■ Assignment
If a line in the entries below includes "range", show that line.

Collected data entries
▼▼▼

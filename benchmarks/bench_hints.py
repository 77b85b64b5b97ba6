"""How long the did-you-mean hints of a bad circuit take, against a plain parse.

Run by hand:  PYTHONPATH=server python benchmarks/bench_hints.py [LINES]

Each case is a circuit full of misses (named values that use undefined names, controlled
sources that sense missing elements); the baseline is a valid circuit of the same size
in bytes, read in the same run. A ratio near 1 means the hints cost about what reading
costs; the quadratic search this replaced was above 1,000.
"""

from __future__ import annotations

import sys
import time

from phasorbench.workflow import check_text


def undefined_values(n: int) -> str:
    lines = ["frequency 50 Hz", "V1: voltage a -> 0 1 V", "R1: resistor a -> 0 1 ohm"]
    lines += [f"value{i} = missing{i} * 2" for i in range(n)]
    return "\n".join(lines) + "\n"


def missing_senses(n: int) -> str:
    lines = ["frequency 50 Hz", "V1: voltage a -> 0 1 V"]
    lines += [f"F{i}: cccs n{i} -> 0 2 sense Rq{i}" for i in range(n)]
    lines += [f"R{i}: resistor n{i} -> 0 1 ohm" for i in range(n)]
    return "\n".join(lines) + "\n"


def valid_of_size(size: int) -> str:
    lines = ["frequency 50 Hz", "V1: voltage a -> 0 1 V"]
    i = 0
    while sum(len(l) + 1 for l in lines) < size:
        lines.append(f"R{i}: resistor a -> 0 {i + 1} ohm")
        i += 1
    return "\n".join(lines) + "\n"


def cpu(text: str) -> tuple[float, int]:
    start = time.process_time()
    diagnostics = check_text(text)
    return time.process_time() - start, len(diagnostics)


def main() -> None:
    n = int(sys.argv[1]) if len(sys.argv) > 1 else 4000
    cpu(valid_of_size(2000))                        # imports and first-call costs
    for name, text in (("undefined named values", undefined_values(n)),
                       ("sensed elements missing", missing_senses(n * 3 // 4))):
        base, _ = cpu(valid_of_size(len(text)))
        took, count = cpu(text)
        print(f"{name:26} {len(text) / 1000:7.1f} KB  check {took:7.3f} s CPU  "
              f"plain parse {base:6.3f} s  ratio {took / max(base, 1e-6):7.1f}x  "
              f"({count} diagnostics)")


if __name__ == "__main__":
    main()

▲▲▲
▼▼▼

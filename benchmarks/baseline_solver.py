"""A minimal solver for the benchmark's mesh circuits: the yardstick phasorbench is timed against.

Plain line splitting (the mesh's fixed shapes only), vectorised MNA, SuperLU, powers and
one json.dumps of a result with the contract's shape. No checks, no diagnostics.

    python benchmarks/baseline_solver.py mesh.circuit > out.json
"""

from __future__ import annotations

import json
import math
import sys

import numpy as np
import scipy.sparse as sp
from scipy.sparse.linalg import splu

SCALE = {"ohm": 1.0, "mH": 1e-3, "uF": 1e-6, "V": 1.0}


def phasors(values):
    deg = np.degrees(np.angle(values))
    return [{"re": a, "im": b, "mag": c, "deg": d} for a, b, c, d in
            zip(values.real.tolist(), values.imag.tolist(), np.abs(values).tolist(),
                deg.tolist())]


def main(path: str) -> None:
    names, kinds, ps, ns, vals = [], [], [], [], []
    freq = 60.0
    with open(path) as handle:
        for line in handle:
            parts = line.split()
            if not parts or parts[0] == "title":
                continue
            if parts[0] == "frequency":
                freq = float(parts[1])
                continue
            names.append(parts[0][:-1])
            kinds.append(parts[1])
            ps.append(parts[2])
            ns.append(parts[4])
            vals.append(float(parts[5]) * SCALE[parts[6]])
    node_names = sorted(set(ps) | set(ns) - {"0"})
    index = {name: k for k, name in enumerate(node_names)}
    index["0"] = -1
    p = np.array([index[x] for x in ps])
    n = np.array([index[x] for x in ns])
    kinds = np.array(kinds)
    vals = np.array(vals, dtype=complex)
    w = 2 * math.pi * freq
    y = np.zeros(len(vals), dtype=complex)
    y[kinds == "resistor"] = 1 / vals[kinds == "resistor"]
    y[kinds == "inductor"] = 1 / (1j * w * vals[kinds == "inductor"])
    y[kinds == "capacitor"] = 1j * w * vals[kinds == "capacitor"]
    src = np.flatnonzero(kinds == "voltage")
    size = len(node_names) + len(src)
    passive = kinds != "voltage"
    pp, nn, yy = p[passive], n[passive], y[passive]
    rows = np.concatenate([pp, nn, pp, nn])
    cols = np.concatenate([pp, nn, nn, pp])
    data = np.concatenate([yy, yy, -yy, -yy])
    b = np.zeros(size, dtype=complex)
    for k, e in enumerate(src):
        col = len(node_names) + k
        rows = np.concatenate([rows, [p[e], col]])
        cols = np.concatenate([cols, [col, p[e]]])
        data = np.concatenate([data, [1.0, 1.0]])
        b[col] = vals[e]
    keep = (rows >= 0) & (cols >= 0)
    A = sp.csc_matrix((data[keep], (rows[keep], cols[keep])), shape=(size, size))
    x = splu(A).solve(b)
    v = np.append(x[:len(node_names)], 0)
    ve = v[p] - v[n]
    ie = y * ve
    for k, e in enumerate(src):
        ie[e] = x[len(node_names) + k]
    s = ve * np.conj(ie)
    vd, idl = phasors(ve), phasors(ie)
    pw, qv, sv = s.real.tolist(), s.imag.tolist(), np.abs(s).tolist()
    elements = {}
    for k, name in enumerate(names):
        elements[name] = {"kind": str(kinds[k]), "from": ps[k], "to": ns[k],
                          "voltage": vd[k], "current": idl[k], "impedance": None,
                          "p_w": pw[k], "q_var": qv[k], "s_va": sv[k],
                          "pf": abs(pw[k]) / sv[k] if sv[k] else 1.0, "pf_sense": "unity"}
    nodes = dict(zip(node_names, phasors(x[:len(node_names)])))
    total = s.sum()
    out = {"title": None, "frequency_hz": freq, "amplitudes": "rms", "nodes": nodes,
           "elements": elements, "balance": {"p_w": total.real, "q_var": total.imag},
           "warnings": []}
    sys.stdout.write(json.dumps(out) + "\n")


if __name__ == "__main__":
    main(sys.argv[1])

▲▲▲

■ Task output
    lines += [f"value{i} = missing{i} * 2" for i in range(n)]
    lines += [f"F{i}: cccs n{i} -> 0 2 sense Rq{i}" for i in range(n)]
    lines += [f"R{i}: resistor n{i} -> 0 1 ohm" for i in range(n)]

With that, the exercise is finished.